Our Programs

How do we target the HGF/MET pathway?

We are advancing a set of full- and partial agonistic HGF-mimetic antibodies that bind to MET with high affinity. By promoting receptor dimerization and activation, the full agonistic antibodies resemble the molecular action of HGF and evoke the same biological activities elicited by the natural ligand. Meanwhile, the partial agonistic antibodies have the capability to selectively activate intracellular signaling pathways that are relevant to specific pathologies. These MET-targeted agonistic antibodies overcome all the intrinsic limitations of HGF and allow us to fully exploit the promising therapeutic potential of the HGF/MET pathway in the clinic.


High target specificity

Ligand-receptor interactions are very complex and cannot easily be mimicked by drugs. Especially when targeting the HGF/MET axis, it is of great importance to employ specific agonists that bind directly to MET, which has not been achieved so far. In contrast to other HGF-mimetics, especially small molecules, our MET-agonistic antibodies are highly specific for MET and can therefore faithfully reproduce HGF biology without causing off-target effects.

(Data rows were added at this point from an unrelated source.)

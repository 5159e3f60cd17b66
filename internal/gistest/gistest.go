// Package gistest is a test helper: it opens a file with GDAL's ogrinfo
// (Debian gdal-bin), a real GIS reader, and reports what ogrinfo says of
// it: the driver, and per layer the geometry type, feature count,
// coordinate reference system and attribute fields.
//
// ogrinfo opens the file as any GIS user's tool would, without forcing a
// driver, so a GeoJSON document that GDAL does not recognise (for example
// one whose "type" and "features" come only after a large foreign member)
// fails here as it fails for the user.
//
// When ogrinfo is not installed the tests that need it are skipped, unless
// the environment says this is CI (DOWNGRADIENT_CI=1, set by .ci/run,
// which installs gdal-bin): then they fail, so that a CI machine without
// the reader cannot pass silently.
package gistest

import (
	"bytes"
	"context"
	"errors"
	"fmt"
	"os"
	"os/exec"
	"path/filepath"
	"regexp"
	"strconv"
	"strings"
	"testing"
	"time"
)

// CIEnv is the environment variable that .ci/run sets to 1.
const CIEnv = "DOWNGRADIENT_CI"

// timeout bounds one ogrinfo run.
const timeout = 2 * time.Minute

// Info is what ogrinfo -ro -al -so reports of a file.
type Info struct {
	// Driver is the GDAL driver that opened the file ("GeoJSON").
	Driver string
	Layers []Layer
	// Warnings are the lines ogrinfo wrote to its standard error (GDAL
	// warnings such as "Warning 1: ..."), empty for a clean file.
	Warnings []string
}

// Layer is one layer's summary.
type Layer struct {
	Name string
	// Geometry as GDAL names it: "Point", "Polygon", "Multi Polygon",
	// "Line String", "Unknown (any)" (an empty or mixed layer), "None".
	Geometry     string
	FeatureCount int
	// CRSName is the name in the layer's WKT ("WGS 84"), empty when
	// ogrinfo reports no CRS; CRSID its identifier ("EPSG:4326").
	CRSName, CRSID string
	// AxisMapping is GDAL's data-axis-to-CRS-axis mapping ("2,1": the
	// data are longitude, latitude for a latitude-first CRS).
	AxisMapping string
	// Extent is the bounding box in the data's axis order (minimum x,
	// minimum y, maximum x, maximum y: longitude first for GeoJSON);
	// HasExtent is false when ogrinfo prints none (an empty layer).
	Extent    [4]float64
	HasExtent bool
	Fields    []Field
}

// Field is an attribute column: its name and GDAL type ("String",
// "Real", "Integer", "Integer64", "Integer(Boolean)", "StringList", ...).
type Field struct {
	Name, Type string
}

// Field returns the column named name and whether there is one.
func (l Layer) Field(name string) (Field, bool) {
	for _, f := range l.Fields {
		if f.Name == name {
			return f, true
		}
	}
	return Field{}, false
}

// Required reports whether ogrinfo must be present (CI).
func Required() bool { return os.Getenv(CIEnv) == "1" }

// Ogrinfo runs ogrinfo on the file at path and returns its report. It
// skips the test when ogrinfo is absent outside CI, fails it in CI, and
// fails it when ogrinfo cannot open or summarise the file.
func Ogrinfo(t testing.TB, path string) Info {
	t.Helper()
	requireOgrinfo(t)
	info, err := Run(path)
	if err != nil {
		t.Fatalf("ogrinfo %s: %v", filepath.Base(path), err)
	}
	return info
}

// OgrinfoBytes writes data to a file named name in a temporary directory
// and runs Ogrinfo on it; the name's extension tells GDAL the format
// (".geojson").
func OgrinfoBytes(t testing.TB, name string, data []byte) Info {
	t.Helper()
	requireOgrinfo(t)
	path := filepath.Join(t.TempDir(), name)
	if err := os.WriteFile(path, data, 0o600); err != nil {
		t.Fatal(err)
	}
	return Ogrinfo(t, path)
}

func requireOgrinfo(t testing.TB) {
	t.Helper()
	if _, err := exec.LookPath("ogrinfo"); err != nil {
		if Required() {
			t.Fatalf("ogrinfo not found but %s=1: CI must install gdal-bin (.ci/run)", CIEnv)
		}
		t.Skipf("ogrinfo not installed (apt-get install -y gdal-bin to run this GIS-reader check; it is required in CI)")
	}
}

// Run runs ogrinfo -ro -al -so on path and parses its report. A file that
// GDAL cannot open is an error holding ogrinfo's first lines of output.
func Run(path string) (Info, error) {
	ctx, cancel := context.WithTimeout(context.Background(), timeout)
	defer cancel()
	cmd := exec.CommandContext(ctx, "ogrinfo", "-ro", "-al", "-so", path)
	var stdout, stderr bytes.Buffer
	cmd.Stdout, cmd.Stderr = &stdout, &stderr
	if err := cmd.Run(); err != nil {
		return Info{}, fmt.Errorf("%w: %s", err, firstLines(stdout.String()+stderr.String(), 3))
	}
	info, err := Parse(stdout.String())
	if err != nil {
		return Info{}, err
	}
	for _, line := range strings.Split(stderr.String(), "\n") {
		if line = strings.TrimSpace(line); line != "" {
			info.Warnings = append(info.Warnings, line)
		}
	}
	return info, nil
}

func firstLines(s string, n int) string {
	lines := strings.SplitN(strings.TrimSpace(s), "\n", n+1)
	if len(lines) > n {
		lines = lines[:n]
	}
	return strings.Join(lines, " | ")
}

var (
	driverLine = regexp.MustCompile("using driver `([^']+)' successful")
	fieldLine  = regexp.MustCompile(`^(.+): (\S+(?:\(\S+\))?) \((\d+)\.(\d+)\)$`)
	extentLine = regexp.MustCompile(`^Extent: \((\S+), (\S+)\) - \((\S+), (\S+)\)$`)
	wktName    = regexp.MustCompile(`^[A-Z0-9_]+\["([^"]*)"`)
	wktID      = regexp.MustCompile(`ID\["([^"]+)",\s*"?([^",\]]+)"?\]`)
)

// Parse reads the report of ogrinfo -al -so (GDAL 3.x).
func Parse(out string) (Info, error) {
	var info Info
	if m := driverLine.FindStringSubmatch(out); m != nil {
		info.Driver = m[1]
	}
	lines := strings.Split(out, "\n")
	for i := 0; i < len(lines); i++ {
		line := strings.TrimRight(lines[i], "\r")
		if name, ok := strings.CutPrefix(line, "Layer name: "); ok {
			info.Layers = append(info.Layers, Layer{Name: name})
			continue
		}
		if len(info.Layers) == 0 {
			continue
		}
		l := &info.Layers[len(info.Layers)-1]
		var err error
		i, err = parseLayerLine(l, lines, i)
		if err != nil {
			return Info{}, err
		}
	}
	if len(info.Layers) == 0 {
		return Info{}, errors.New("ogrinfo reported no layer: " + firstLines(out, 3))
	}
	return info, nil
}

// parseLayerLine reads lines[i] into l and returns the index of the last
// line it used (a WKT spans several).
func parseLayerLine(l *Layer, lines []string, i int) (int, error) {
	line := strings.TrimRight(lines[i], "\r")
	switch {
	case strings.HasPrefix(line, "Geometry: "):
		l.Geometry = strings.TrimPrefix(line, "Geometry: ")
	case strings.HasPrefix(line, "Feature Count: "):
		n, err := strconv.Atoi(strings.TrimPrefix(line, "Feature Count: "))
		if err != nil {
			return i, fmt.Errorf("ogrinfo feature count %q: %w", line, err)
		}
		l.FeatureCount = n
	case line == "Layer SRS WKT:":
		return parseWKT(l, lines, i+1), nil
	case strings.HasPrefix(line, "Data axis to CRS axis mapping: "):
		l.AxisMapping = strings.TrimPrefix(line, "Data axis to CRS axis mapping: ")
	case strings.HasPrefix(line, "Extent: "):
		return i, parseExtent(l, line)
	case strings.HasPrefix(line, "FID Column"),
		strings.HasPrefix(line, "Geometry Column"), strings.HasPrefix(line, "Metadata"):
	default:
		if m := fieldLine.FindStringSubmatch(line); m != nil {
			l.Fields = append(l.Fields, Field{Name: m[1], Type: m[2]})
		}
	}
	return i, nil
}

func parseExtent(l *Layer, line string) error {
	m := extentLine.FindStringSubmatch(line)
	if m == nil {
		return fmt.Errorf("ogrinfo extent %q", line)
	}
	for k := range 4 {
		v, err := strconv.ParseFloat(m[k+1], 64)
		if err != nil {
			return fmt.Errorf("ogrinfo extent %q: %w", line, err)
		}
		l.Extent[k] = v
	}
	l.HasExtent = true
	return nil
}

// parseWKT reads the WKT that starts at lines[i] (or "(unknown)") into l
// and returns the index of its last line.
func parseWKT(l *Layer, lines []string, i int) int {
	if i >= len(lines) || strings.TrimSpace(lines[i]) == "(unknown)" {
		return i
	}
	var wkt strings.Builder
	depth := 0
	j := i
	for ; j < len(lines); j++ {
		wkt.WriteString(strings.TrimSpace(lines[j]))
		depth += strings.Count(lines[j], "[") - strings.Count(lines[j], "]")
		if depth <= 0 {
			break
		}
	}
	text := wkt.String()
	if m := wktName.FindStringSubmatch(text); m != nil {
		l.CRSName = m[1]
	}
	if ids := wktID.FindAllStringSubmatch(text, -1); len(ids) > 0 {
		last := ids[len(ids)-1]
		l.CRSID = last[1] + ":" + last[2]
	}
	return j
}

Excellent drug-like properties

While MET-agonistic antibodies maintain the full therapeutic potential of HGF from a biological viewpoint, they display the excellent drug-like properties of antibodies: high stability, long half-life, facilitated biodistribution and possibility to tune effector functions by protein engineering.

Species cross-reactivity

Our MET-agonistic antibodies have been designed and selected for full cross-reactivity with human, non-human primate and rodent MET. They not only cross-react, but they also display the same biological activity in all the corresponding species-specific cell systems, allowing thorough characterization of the selected candidates for efficacy and safety in animal models prior to the initiation of clinical trials.

Established manufacturing processes

The industrial manufacturing of clinical grade antibodies follows established procedures, ensuring high yields as well as a long shelf life. In addition, the clinical use of antibodies has been – and continues to be – validated in millions of patients in a large variety of different indications.

“Our lead candidate, AGMB-101, a full MET agonist, enables us to demonstrate the superiority of our approach which substitutes the potent but short-lived action of HGF with the specific and long-lasting activity inherent to monoclonal antibodies in order to achieve effective and persistent disease modification in a number of indications with high unmet medical need.”


Torsten Dreier, Chief Development Officer


Our lead candidate stems from a set of full and partial HGF-mimetic MET agonistic antibodies that were developed using argenx’s validated SIMPLE antibodyTM technology platform. AGMB-101 is a full MET agonist and is currently undergoing final IND-enabling studies. Manufacturing for both IND-enabling and clinical studies is already established with our partner Lonza to enable a smooth transition towards the clinic.